Teachers, instead of reading a book to children and showing them the pictures, ask the children to try to judge what the book is about from the title and examine the photos to guess what will happen next before the page is turned.

Nasser said the language and literacy aspect is intended to open up children, giving them a better knowledge of themselves as well as the world around them.

“When you come here and you ask a child, ‘What do they like?’ they are more into themselves,” Nasser said. “You can recognize their personality better.”

What do I do?

Teaching a child can be difficult, but teaching a parent can be just as hard. Explaining to parents — from first-time moms and dads to experienced parents — just what their actions now will mean in a child’s life 15 years down the road can be tough.

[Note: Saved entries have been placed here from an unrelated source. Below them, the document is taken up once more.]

def pauses_for(snapshots, step: float, steps: int) -> tuple[list[int], list[float], np.ndarray]:
    """The snapshot times as ``(whole steps, offsets, times)``: time ``t`` is ``m = floor(t / step)``
    whole steps and an offset ``t - m step`` in ``[0, step)``, which the core takes as one shorter step
    on a copy, so every snapshot is at its exact time while the run keeps one step."""
    if isinstance(snapshots, (str, bytes)) or snapshots is None:
        raise InvalidTypeError(f"snapshots must be a sequence of times, got {snapshots!r}")
    try:
        times = np.atleast_1d(np.asarray(snapshots, dtype=float))
    except (TypeError, ValueError):
        raise InvalidTypeError(f"snapshots must be a sequence of times, got {snapshots!r}") from None
    if times.ndim != 1:
        raise InvalidParameterError(f"snapshots must be one-dimensional, got shape {times.shape}")
    duration = steps * step
    pauses, offsets, exact = [], [], []
    for time in times:
        if not math.isfinite(time) or time <= 0.0 or time > duration * (1 + 1e-12):
            raise InvalidParameterError(f"snapshot time {time} must lie in (0, duration = {duration:g}]")
        ratio = time / step
        nearest = round(ratio)
        if abs(ratio - nearest) <= _ON_BOUNDARY * max(nearest, 1) and nearest >= 1:
            pause, offset = min(nearest, steps), 0.0
        else:
            pause = min(math.floor(ratio), steps - 1)
            offset = min(max(time - pause * step, 0.0), math.nextafter(step, 0.0))
        pauses.append(pause)
        offsets.append(offset)
        exact.append(pause * step + offset)
    if any(b <= a for a, b in itertools.pairwise(zip(pauses, offsets, strict=True))):
        raise InvalidParameterError(f"snapshot times must increase, got {list(times)}")
    return pauses, offsets, np.asarray(exact, dtype=float)


def check_snapshot_memory(grid, count: int) -> None:
    """Refuse, before the run, snapshots that could not be kept in memory: each holds the wavefunction
    (16 bytes a point) and its momentum density (8), two copies at the hand-over."""
    from ..specs.grid import _memory_bytes

    need = 2 * 24 * count * grid.size
    have = _memory_bytes()
    if need > have:
        raise InvalidParameterError(
            f"{count} snapshots of {grid.size} points need about {need / 2**30:.1f} GiB, more than this "
            f"machine's {have / 2**30:.1f} GiB; keep at most {have // (48 * grid.size)} snapshots"
        )


def check_detector(detector, grid=None) -> tuple[float, float] | None:
    """``detector=(left, right)`` validated: two finite numbers with ``left <= right`` inside the box
    ``[grid.start, grid.stop]`` when ``grid`` is given (or None)."""
    if detector is None:
        return None
    try:
        left, right = detector
    except (TypeError, ValueError):
        raise InvalidTypeError(f"detector must be a pair (left, right), got {detector!r}") from None
    left = _checks.real("detector left", left)
    right = _checks.real("detector right", right)
    if left > right:
        raise InvalidParameterError(f"detector left={left} must be <= right={right}")
    if grid is None:
        return left, right
    # On a 2D/3D grid the detector's two sides are slabs of axis 0.
    low, high, where = (
        (grid.start, grid.stop, "") if grid.ndim == 1 else (grid.start[0], grid.stop[0], " along axis 0")
    )
    if left < low or right > high:
        raise InvalidParameterError(
            f"detector ({left:g}, {right:g}) leaves the box [{low:g}, {high:g}]{where}: "
            "put both edges inside it"
        )
    return left, right


def default_detector(system: System, detector):
    """The one rule for runs that count R and T by default: ``detector=None`` is the disorder region
    ``(disorder.start, disorder.stop)`` when the system has disorder (and stays None otherwise)."""
    if detector is None and isinstance(system, System) and system.disorder is not None:
        start, stop = system.disorder.start, system.disorder.stop
        # A 2D/3D region: its extent along axis 0.
        first = lambda bound: bound[0] if isinstance(bound, tuple) else bound  # noqa: E731
        return (first(start), first(stop))
    return detector


def detector_bounds(system: System, detector) -> tuple[int, int] | None:
    """``(left_end, right_start)`` of ``detector=(left, right)``: points ``x < left`` and ``x > right``."""
    detector = check_detector(detector, system.grid)
    if detector is None:
        return None
    if system.grid.ndim > 1:
        return nd.detector_bounds(system.grid, detector)
    left, right = detector
    x = system.grid.x
    return int(np.searchsorted(x, left, side="left")), int(np.searchsorted(x, right, side="right"))


@dataclass(frozen=True)
class RunArguments:
    """A run's arguments, checked once; :func:`propagate`, :func:`mottle.ensemble`, the classical
    ensemble, studies and :mod:`mottle.reference` all build theirs with :func:`run_arguments`.

    ``step`` is the step used (``duration / steps``, see :data:`STEP_CHANGE`); snapshot ``s`` is at
    ``times[s] = pauses[s] * step + offsets[s]``.
    """

    duration: float
    requested_step: float
    step: float
    steps: int
    pauses: tuple[int, ...]
    offsets: tuple[float, ...]
    times: np.ndarray
    detector: tuple[float, float] | None
    bounds: tuple[int, int] | None
    splitting: str

    def core_pauses(self) -> dict:
        """What the core reads of the snapshots."""
        return {"steps": self.steps, "pauses": list(self.pauses), "offsets": list(self.offsets)}


def run_arguments(
    system: System,
    duration,
    step,
    snapshots=(),
    detector=None,
    order=2,
    splitting=None,
    default_to_disorder: bool = False,
    warn: bool = True,
) -> RunArguments:
    """Check a run's duration, step, snapshots, detector and splitting once (no large allocation).

    With ``default_to_disorder`` the detector defaults to the disorder region
    (:func:`default_detector`). ``warn`` issues the :class:`StepChangedWarning` when the step used
    differs from ``step`` by more than :data:`STEP_CHANGE`.
    """
    from ..errors import StepChangedWarning

    check_system(system)
    if nd.is_box(system):
        nd.check_run(system)
    duration = _checks.positive("duration", duration)
    step = _checks.positive("step", step)
    splitting = resolve_splitting(order, splitting)
    steps, used = steps_for(duration, step)
    if warn and abs(used - step) > STEP_CHANGE * step:
        warnings.warn(
            f"duration {duration:g} is not a whole number of steps of {step:g}: running {steps} equal "
            f"steps of {used:.6g} ({100 * (1 - used / step):.3g}% shorter); pass step={used:.6g} or a "
            f"duration that is a multiple of the step to silence this",
            StepChangedWarning,
            stacklevel=3,
        )
    pauses, offsets, times = pauses_for(snapshots, used, steps)
    from .drive import drive_steps

    drive_steps(system, used, steps)  # kicks and switches land on steps, or a one-line error
    if default_to_disorder:
        detector = default_detector(system, detector)
    detector = check_detector(detector, system.grid)
    return RunArguments(
        duration=duration,
        requested_step=step,
        step=used,
        steps=steps,
        pauses=tuple(pauses),
        offsets=tuple(offsets),
        times=times,
        detector=detector,
        bounds=detector_bounds(system, detector),
        splitting=splitting,
    )


def resolve_splitting(order, splitting) -> str:
    if splitting is not None:
        _checks.choice("splitting", splitting, tuple(SPLITTINGS))
        if order is not None and order != SPLITTINGS[splitting] and order != 2:
            raise InvalidParameterError(
                f"splitting {splitting!r} has order {SPLITTINGS[splitting]}, not {order}"
            )
        return splitting
    if isinstance(order, bool) or order not in DEFAULT_SPLITTING:
        raise InvalidParameterError(f"order must be 2 or 4, got {order!r}")
    return DEFAULT_SPLITTING[order]


def check_packet(system: System, packet) -> None:
    if not isinstance(packet, (GaussianPacket, Wavefunction)):
        raise InvalidTypeError(
            f"packet must be a mottle.GaussianPacket or mottle.Wavefunction, got {type(packet).__name__}"
        )
    packet.validate(system.grid)


def warn_if_coarse(system: System, packet, step: float, potential: np.ndarray) -> None:
    """Warn when the phase a step puts on the populated wavenumbers, or the potential, exceeds pi.

    The kinetic phase is not checked where the step makes no splitting error: a kicked system whose
    static part is the kinetic energy alone (a kicked rotor: kicks are applied exactly, and
    ``potential`` is the felt static part, :func:`mottle.dynamics.drive.felt_potential`, without them).

    Only what the packet can reach counts: its band widened by the kinetic energy
    it can gain falling to the potential's floor, and the potential clipped at
    four times the packet's energy scale above that floor (a tall barrier is felt
    through its evanescent tail only, a harmonic well's walls far beyond the
    turning points not at all).
    """
    grid, model, hbar = system.grid, system.model, system.hbar
    band, floor, ceiling = _reach(system, packet, potential)
    kinetic_phase = (model.kinetic(band, grid.dx) - model.kinetic(0.0, grid.dx)) * step / hbar
    # Between kicks, a system whose static part is the kinetic energy alone (no potential, disorder,
    # nonlinearity or absorber: a kicked rotor) evolves exactly however long the step; the kicks
    # themselves are exact factors and not in ``potential``.
    from ..specs.potentials import Kicked, time_dependent_terms

    kicked = any(isinstance(term, Kicked) for term in time_dependent_terms(system.potential))
    flat = not potential.size or not np.ptp(potential)  # the realized static potential, disorder included
    free = kicked and flat and system.nonlinearity == 0.0 and system.absorber is None
    if kinetic_phase > limits.PHASE_PER_STEP and not free:
        limit = _three_digits(step * limits.PHASE_PER_STEP / kinetic_phase, math.floor)
        warnings.warn(
            f"step {step} is too coarse: the kinetic phase per step reaches {kinetic_phase:.3g} rad at "
            f"|k| = {band:.3g}, the largest wavenumber this run populates "
            f"(keep it below pi: step <= {limit:.3g})",
            UnderResolvedWarning,
            stacklevel=3,
        )
    span = float(np.max(np.minimum(potential, ceiling)) - floor) if potential.size else 0.0
    potential_phase = span * step / hbar
    if potential_phase > limits.PHASE_PER_STEP:
        limit = _three_digits(step * limits.PHASE_PER_STEP / potential_phase, math.floor)
        warnings.warn(
            f"step {step} is too coarse: the potential phase per step reaches {potential_phase:.3g} rad "
            f"across the potential's range {span:.3g} that the packet feels (keep it below pi: "
            f"step <= {limit:.3g})",
            UnderResolvedWarning,
            stacklevel=3,
        )
    if system.absorber is not None:
        energy = packet.mean_kinetic(model, grid.dx)
        design = system.absorber.design_energy(model, grid.dx)
        if system.absorber.strength is None and energy < limits.ABSORBER_ENERGY_MARGIN * design:
            wide_enough = _three_digits(system.absorber.width_for(energy, model, grid.dx), math.ceil)
            warnings.warn(
                f"absorber width {system.absorber.width} reflects more than 1e-3 of a packet of mean energy "
                f"{energy:.3g}: its design energy is {design:.3g}; use width >= "
                f"{wide_enough:.3g} to absorb it cleanly",
                UnderResolvedWarning,
                stacklevel=3,
            )


def _three_digits(value: float, direction) -> float:
    """``value`` to three significant digits, rounded by ``direction`` (math.floor or math.ceil), so
    that a suggested step or width printed with ``:.3g`` is itself on the safe side of the limit."""
    scale = 10.0 ** (math.floor(math.log10(value)) - 2)
    nudge = 1e-12 if direction is math.ceil else -1e-12  # keep rounding noise on the safe side too
    return direction(value / scale * (1.0 + nudge)) * scale
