/// Wavenumber of mode `k` of `length` on spacing `dx`, in FFT order (`k >= length/2`: negative).
fn wavenumber(k: usize, length: usize, dx: f64) -> f64 {
    let signed = if 2 * k >= length {
        k as f64 - length as f64
    } else {
        k as f64
    };
    2.0 * PI * signed / (length as f64 * dx)
}

fn resolved(mesh: &Mesh, correlation_length: f64) -> Result<(), CoreError> {
    for (&dx, name) in mesh.spacing.iter().zip(AXIS_NAMES) {
        if !(correlation_length.is_finite() && correlation_length >= 2.0 * dx) {
            return invalid(format!(
                "correlation_length {correlation_length} is not resolved by the grid spacing {dx} \
                 along {name}: use >= {}",
                2.0 * dx
            ));
        }
    }
    Ok(())
}
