#[cfg(target_arch = "x86_64")]
mod avx2 {
    //! Eight ChaCha blocks side by side: one 256-bit register per state word,
    //! one lane per block, then an 8 x 8 transpose back to block order.

    use std::arch::x86_64::*;

    #[inline(always)]
    unsafe fn rotate16(x: __m256i) -> __m256i {
        let order = _mm256_set_epi8(
            13, 12, 15, 14, 9, 8, 11, 10, 5, 4, 7, 6, 1, 0, 3, 2, 13, 12, 15, 14, 9, 8, 11, 10, 5,
            4, 7, 6, 1, 0, 3, 2,
        );
        _mm256_shuffle_epi8(x, order)
    }

    #[inline(always)]
    unsafe fn rotate8(x: __m256i) -> __m256i {
        let order = _mm256_set_epi8(
            14, 13, 12, 15, 10, 9, 8, 11, 6, 5, 4, 7, 2, 1, 0, 3, 14, 13, 12, 15, 10, 9, 8, 11, 6,
            5, 4, 7, 2, 1, 0, 3,
        );
        _mm256_shuffle_epi8(x, order)
    }

    #[inline(always)]
    unsafe fn rotate<const LEFT: i32, const RIGHT: i32>(x: __m256i) -> __m256i {
        _mm256_or_si256(_mm256_slli_epi32::<LEFT>(x), _mm256_srli_epi32::<RIGHT>(x))
    }

    #[inline(always)]
    unsafe fn quarter(x: &mut [__m256i; 16], a: usize, b: usize, c: usize, d: usize) {
        x[a] = _mm256_add_epi32(x[a], x[b]);
        x[d] = rotate16(_mm256_xor_si256(x[d], x[a]));
        x[c] = _mm256_add_epi32(x[c], x[d]);
        x[b] = rotate::<12, 20>(_mm256_xor_si256(x[b], x[c]));
        x[a] = _mm256_add_epi32(x[a], x[b]);
        x[d] = rotate8(_mm256_xor_si256(x[d], x[a]));
        x[c] = _mm256_add_epi32(x[c], x[d]);
        x[b] = rotate::<7, 25>(_mm256_xor_si256(x[b], x[c]));
    }

    /// Rows `r[0..8]` (a word of eight blocks each) to columns (eight words of one block each).
    #[inline(always)]
    unsafe fn transpose(r: [__m256i; 8]) -> [__m256i; 8] {
        let t0 = _mm256_unpacklo_epi32(r[0], r[1]);
        let t1 = _mm256_unpackhi_epi32(r[0], r[1]);
        let t2 = _mm256_unpacklo_epi32(r[2], r[3]);
        let t3 = _mm256_unpackhi_epi32(r[2], r[3]);
        let t4 = _mm256_unpacklo_epi32(r[4], r[5]);
        let t5 = _mm256_unpackhi_epi32(r[4], r[5]);
        let t6 = _mm256_unpacklo_epi32(r[6], r[7]);
        let t7 = _mm256_unpackhi_epi32(r[6], r[7]);
        let u0 = _mm256_unpacklo_epi64(t0, t2);
        let u1 = _mm256_unpackhi_epi64(t0, t2);
        let u2 = _mm256_unpacklo_epi64(t1, t3);
        let u3 = _mm256_unpackhi_epi64(t1, t3);
        let u4 = _mm256_unpacklo_epi64(t4, t6);
        let u5 = _mm256_unpackhi_epi64(t4, t6);
        let u6 = _mm256_unpacklo_epi64(t5, t7);
        let u7 = _mm256_unpackhi_epi64(t5, t7);
        [
            _mm256_permute2x128_si256::<0x20>(u0, u4),
            _mm256_permute2x128_si256::<0x20>(u1, u5),
            _mm256_permute2x128_si256::<0x20>(u2, u6),
            _mm256_permute2x128_si256::<0x20>(u3, u7),
            _mm256_permute2x128_si256::<0x31>(u0, u4),
            _mm256_permute2x128_si256::<0x31>(u1, u5),
            _mm256_permute2x128_si256::<0x31>(u2, u6),
            _mm256_permute2x128_si256::<0x31>(u3, u7),
        ]
    }

    /// # Safety
    /// The CPU must support AVX2.
    #[target_feature(enable = "avx2")]
    pub(super) unsafe fn chacha8_batch(
        key: &[u32; 8],
        stream: u64,
        counter: u64,
        out: &mut [u64; super::BATCH],
    ) {
        let constants = [0x6170_7865u32, 0x3320_646e, 0x7962_2d32, 0x6b20_6574];
        let mut low = [0u32; 8];
        let mut high = [0u32; 8];
        for lane in 0..8 {
            let block = counter.wrapping_add(lane as u64);
            low[lane] = block as u32;
            high[lane] = (block >> 32) as u32;
        }
        let mut start = [_mm256_setzero_si256(); 16];
        for (word, &value) in constants.iter().enumerate() {
            start[word] = _mm256_set1_epi32(value as i32);
        }
        for (word, &value) in key.iter().enumerate() {
            start[4 + word] = _mm256_set1_epi32(value as i32);
        }
        start[12] = _mm256_loadu_si256(low.as_ptr() as *const __m256i);
        start[13] = _mm256_loadu_si256(high.as_ptr() as *const __m256i);
        start[14] = _mm256_set1_epi32(stream as u32 as i32);
        start[15] = _mm256_set1_epi32((stream >> 32) as u32 as i32);
        let mut x = start;
        for _ in 0..4 {
            quarter(&mut x, 0, 4, 8, 12);
            quarter(&mut x, 1, 5, 9, 13);
            quarter(&mut x, 2, 6, 10, 14);
            quarter(&mut x, 3, 7, 11, 15);
            quarter(&mut x, 0, 5, 10, 15);
            quarter(&mut x, 1, 6, 11, 12);
            quarter(&mut x, 2, 7, 8, 13);
            quarter(&mut x, 3, 4, 9, 14);
        }
        for (word, &initial) in x.iter_mut().zip(&start) {
            *word = _mm256_add_epi32(*word, initial);
        }
        let first: [__m256i; 8] = x[..8].try_into().unwrap();
        let second: [__m256i; 8] = x[8..].try_into().unwrap();
        let (first, second) = (transpose(first), transpose(second));
        let base = out.as_mut_ptr() as *mut __m256i;
        for block in 0..8 {
            // Block `block`'s words 0..8 then 8..16: four 64-bit values each.
            _mm256_storeu_si256(base.add(2 * block), first[block]);
            _mm256_storeu_si256(base.add(2 * block + 1), second[block]);
        }
    }
}
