def build_packet(resolved: Mapping, system=None):
    """The :class:`~mottle.GaussianPacket` of a resolved parameter set, checked against the grid if given."""
    from .packets import GaussianPacket

    spec = resolved["packet"]
    packet = _in(("packet",), lambda: GaussianPacket(spec["center"], spec["wavenumber"], spec["width"]), spec)
    if system is not None:
        _in(("packet",), lambda: packet.validate(system.grid), spec)
    return packet


def run_arguments(resolved: Mapping, seed: int) -> dict:
    """Keyword arguments of :func:`mottle.ensemble` (but system and packet) for a resolved parameter set."""
    run = resolved["run"]
    return {
        "duration": run["duration"],
        "step": run["step"],
        "realizations": run["realizations"],
        "seed": seed,
        "order": run.get("order", 2),
        "detector": detector_of(resolved),
        "snapshots": tuple(run.get("snapshots", ())),
        "precision": run.get("precision", "double"),
    }


def detector_of(resolved: Mapping) -> tuple[float, float] | None:
    """``run.detector`` as a pair (None: :func:`mottle.ensemble` defaults it to the disorder region)."""
    detector = resolved["run"].get("detector")
    return None if detector is None else (float(detector[0]), float(detector[1]))


def _check_run(resolved: Mapping, system) -> None:
    from . import _checks
    from .propagate import detector_bounds, pauses_for, resolve_splitting, steps_for

    run = resolved["run"]
    duration = _in(("run", "duration"), lambda: _checks.positive("duration", run["duration"]))
    step = _in(("run", "step"), lambda: _checks.positive("step", run["step"]))
    steps = _in(("run", "step"), lambda: steps_for(duration, step))
    _in(("run", "snapshots"), lambda: pauses_for(run.get("snapshots", []), step, steps))
    detector = detector_of(resolved)
    if detector is None and system.disorder is not None:
        detector = (system.disorder.start, system.disorder.stop)
    _in(("run", "detector"), lambda: detector_bounds(system, detector))
    _in(("run", "order"), lambda: resolve_splitting(run.get("order", 2), None))
    _in(("run", "realizations"), lambda: _checks.integer("realizations", run["realizations"], minimum=1))
    _in(("run", "seed"), lambda: _checks.integer("seed", run.get("seed", 0), minimum=0))


class _KeyedError(Exception):
    """A spec error with the key path it belongs to (internal to validation)."""

    def __init__(self, path: tuple[str, ...], message: str):
        self.path, self.message = path, message
        super().__init__(message)


def _in(path: tuple[str, ...], make, table: Mapping | None = None):
    """Run a spec constructor; re-raise its error with the key path (refined to a key the message names)."""
    try:
        return make()
    except (InvalidParameterError, InvalidTypeError) as error:
        message = str(error)
        if table is not None:
            named = [k for k in table if k != "kind" and re.search(rf"\b{re.escape(k)}\b", message)]
            if len(named) == 1:
                path = (*path, named[0])
        raise _KeyedError(path, message) from None


def _required(resolved: dict, problems: list[tuple[tuple[str, ...], str]]) -> None:
    for section, spec in SCHEMA.items():
        for name, key in spec.items():
            if key.required and name not in resolved.get(section, {}):
                problems.append(((section, name), f"is required ({key.kind})"))
    for name, kinds in ARRAYS.items():
        for index, entry in enumerate(resolved["system"].get(name, [])):
            for field_name, key in kinds.get(entry.get("kind"), {}).items():
                if key.required and field_name not in entry:
                    problems.append((("system", name, str(index), field_name), f"is required ({key.kind})"))
    absorber = resolved["system"].get("absorber")
    if absorber is not None and "width" not in absorber:
        problems.append((("system", "absorber", "width"), f"is required ({NUMBER})"))
    system = resolved["system"]
    model = system.get("model", "continuum")
    other = "lattice" if model == "continuum" else "continuum"
    for name in MODEL_KEYS[other]:
        if name not in MODEL_KEYS[model] and name in system:
            problems.append(
                (
                    ("system", name),
                    f"applies to the {other} model, but model is {model!r} "
                    f"(it takes {', '.join(MODEL_KEYS[model])})",
                )
            )


@dataclass(frozen=True, eq=False)
class StudyPoint:
    """One parameter set of a study: the swept ``parameters``, the full ``resolved`` set and its ``seed``."""

    index: int
    parameters: dict
    resolved: dict
    seed: int
    tables: Mapping[str, np.ndarray] = field(repr=False, default_factory=dict)

    @property
    def realizations(self) -> int:
        return int(self.resolved["run"]["realizations"])

    def system(self):
        return _plain(lambda: build_system(self.resolved, self.tables))

    def packet(self):
        return _plain(lambda: build_packet(self.resolved))

    def run_arguments(self) -> dict:
        """Keyword arguments of :func:`mottle.ensemble`: duration, step, realizations, seed, order..."""
        return _plain(lambda: run_arguments(self.resolved, self.seed))

    def build(self):
        """``(system, packet, arguments)``: ``mo.ensemble(system, packet, **arguments)`` runs the point."""
        system = self.system()
        return system, self.packet(), self.run_arguments()

    def label(self, names: Mapping[str, str] | None = None) -> str:
        """``stop=25, wavenumber=0.8``: the swept values, by short names."""
        names = names or short_names(self.parameters)
        return (
            ", ".join(f"{names[path]}={_format(value)}" for path, value in self.parameters.items())
            or "single point"
        )


def _plain(make):
    try:
        return make()
    except _KeyedError as error:
        raise InvalidParameterError(f"{'.'.join(error.path)}: {error.message}") from None


def _format(value: object) -> str:
    return f"{value:.6g}" if isinstance(value, float) else str(value)


def short_names(parameters) -> dict[str, str]:
    """The last component of each dotted path, or more of it where that is ambiguous."""
    paths = list(parameters)
    names = {}
    for path in paths:
        parts = path.split(".")
        for depth in range(1, len(parts) + 1):
            name = ".".join(parts[-depth:])
            if sum(1 for other in paths if other == name or other.endswith("." + name)) == 1:
                break
        names[path] = name
    return names


@dataclass(frozen=True, eq=False)
class Study:
    """A validated study: its text, the base parameters, the sweep and its :class:`StudyPoint` list."""

    text: str
    source: str
    document: dict
    sweep: dict
    points: tuple[StudyPoint, ...]
    tables: Mapping[str, np.ndarray] = field(repr=False, default_factory=dict)

    @property
    def title(self) -> str:
        return self.document.get("study", {}).get("title", "") or Path(self.source).stem

    @property
    def realizations(self) -> int:
        """Realizations over all points."""
        return sum(point.realizations for point in self.points)

    def canonical(self) -> dict:
        """What the results depend on: the base parameters and the sweep (metadata left out)."""
        body = _fill_defaults(json.loads(json.dumps(self.document)))
        for section in METADATA_SECTIONS:
            body.pop(section, None)
        return json.loads(json.dumps({**body, "sweep": self.sweep}))

    def differences(self, other: Mapping) -> list[str]:
        """Dotted keys whose values differ between this study's :meth:`canonical` form and ``other``."""
        return differences(self.canonical(), other)


def differences(first: Mapping, second: Mapping) -> list[str]:
    """The dotted keys at which two canonical studies differ, each as ``key: a != b``."""
    one, two = _flatten(first), _flatten(second)
    out = []
    for key in sorted(set(one) | set(two)):
        a, b = one.get(key, "(unset)"), two.get(key, "(unset)")
        if a != b:
            out.append(f"{key}: {_short(a)} != {_short(b)}")
    return out


def _short(value: object) -> str:
    text = json.dumps(value) if not isinstance(value, str) else value
    return text if len(text) <= 40 else text[:37] + "..."


def _flatten(value, prefix: str = "") -> dict:
    if isinstance(value, Mapping):
        out = {}
        for key, item in value.items():
            out.update(_flatten(item, f"{prefix}.{key}" if prefix else str(key)))
        return out if out or not prefix else {prefix: {}}
    if isinstance(value, list) and value and all(isinstance(v, Mapping) for v in value):
        out = {}
        for index, item in enumerate(value):
            out.update(_flatten(item, f"{prefix}.{index}"))
        return out
    return {prefix: value}


# --------------------------------------------------------------------------- loading


def _parse(text: str, source: str) -> dict:
    try:
        import tomllib
    except ImportError:  # Python 3.10
        try:
            import tomli as tomllib  # type: ignore[no-redef]
        except ImportError:
            raise StudyError(
                [f"{source}: reading study files needs Python >= 3.11 or the tomli package"]
            ) from None
    try:
        return tomllib.loads(text)
    except tomllib.TOMLDecodeError as error:
        message = str(error)
        match = re.search(r"line (\d+)", message)
        place = f"{source}:{match.group(1)}" if match else source
        raise StudyError([f"{place}: malformed TOML: {message}"]) from None


def _load_tables(document: dict, root: Path, problems: _Problems) -> dict[str, np.ndarray]:
    """Replace each tabulated potential's values (a list, or a .npy file, no pickles) by their SHA-256."""
    tables = {}
    for index, entry in enumerate(document.get("system", {}).get("potential", [])):
        if entry.get("kind") != "tabulated" or "values" not in entry:
            continue
        values = entry["values"]
        where = ("system", "potential", str(index), "values")
        if isinstance(values, str):
            path = (root / values).resolve()
            try:
                array = np.load(path, allow_pickle=False)
            except (OSError, ValueError) as error:
                problems.add(where, f"cannot read {values!r} as a .npy array of numbers ({path}): {error}")
                entry.pop("values")
                continue
        else:
            array = np.asarray(values)
        try:
            array = np.asarray(array, dtype=np.float64)
        except (TypeError, ValueError):
            problems.add(where, f"must hold real numbers, got an array of {array.dtype}")
            entry.pop("values")
            continue
        digest = hashlib.sha256(np.ascontiguousarray(array).tobytes() + str(array.shape).encode()).hexdigest()
        tables[digest] = array
        entry["values"] = {"sha256": digest, "source": values if isinstance(values, str) else "inline"}
    return tables
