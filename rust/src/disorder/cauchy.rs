//! Cauchy (Lloyd) disorder: independent on-site values with the Lorentzian
//! density `(width/pi) / (v^2 + width^2)` (half-width at half-maximum
//! `width`), drawn by the inverse CDF `width * tan(pi (u - 1/2))` from the
//! term's counter-based stream, one uniform per point in order. Its variance
//! is infinite; on a lattice its Lyapunov exponent is known exactly (Ishii,
//! Prog. Theor. Phys. Suppl. 53, 77 (1973); Thouless, J. Phys. C 5, 77 (1972)).

use crate::random::Stream;

/// Add one realization of Cauchy values of half-width `width` to `values`.
pub(super) fn add(stream: &mut Stream, width: f64, values: &mut [f64]) {
    values
        .iter_mut()
        .for_each(|v| *v += lorentzian(width, stream.uniform()));
}

/// The value at cumulative probability `u` in [0, 1); `u = 0` gives a large
/// finite negative value (tan of -pi/2 rounded), never infinity.
fn lorentzian(width: f64, u: f64) -> f64 {
    width * (std::f64::consts::PI * (u - 0.5)).tan()
}

#[cfg(test)]
mod tests {
    use super::*;

    #[test]
    fn quartiles_are_plus_minus_width() {
        // The Lorentzian's quartiles lie at -width and +width: count values below each.
        let (width, n) = (0.7, 200_000);
        let mut values = vec![0.0; n];
        add(&mut Stream::new(5, 0, 1), width, &mut values);
        let below = |x: f64| values.iter().filter(|&&v| v < x).count() as f64 / n as f64;
        // Binomial error of a quartile fraction: sqrt(3/16/n) ~ 1e-3.
        assert!((below(-width) - 0.25).abs() < 5e-3);
        assert!((below(0.0) - 0.5).abs() < 5e-3);
        assert!((below(width) - 0.75).abs() < 5e-3);
        assert!(values.iter().all(|v| v.is_finite()));
        assert!(lorentzian(1.0, 0.0).is_finite());
    }
}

University of Illinois at Urbana-Champaign Professor Jeanette McCollum is part of the DELL-D program. She said parents must have a role in the early development of a child, noting that in some early childhood programs, the children are only there 2½ hours a day.

“The amount of impact by the teacher is a lot, but not nearly as much as if the family is involved too,” she said.

“They have a role in it themselves,” McCollum said of the parents. “It is incumbent on early programs to work with the family as well as with the kids.”

Helping your child in his early years doesn’t mean turning your home into a classroom. According to McCollum, just the simple aspect of talking to your child — even in the car as you drive — and reading to him can make all the difference.

She said a parent should try to involve the child in what they’re doing, whether it’s letting them see you read or watching you write or make a list.

McCollum cautioned anxious parents shouldn’t expect a child to immediately pick up everything they try to teach. They are still developing their fine motor skills, she said, and in some cases developing an understanding of what their name stands for.

“If you provide the opportunity on a daily basis, they will learn,” she said.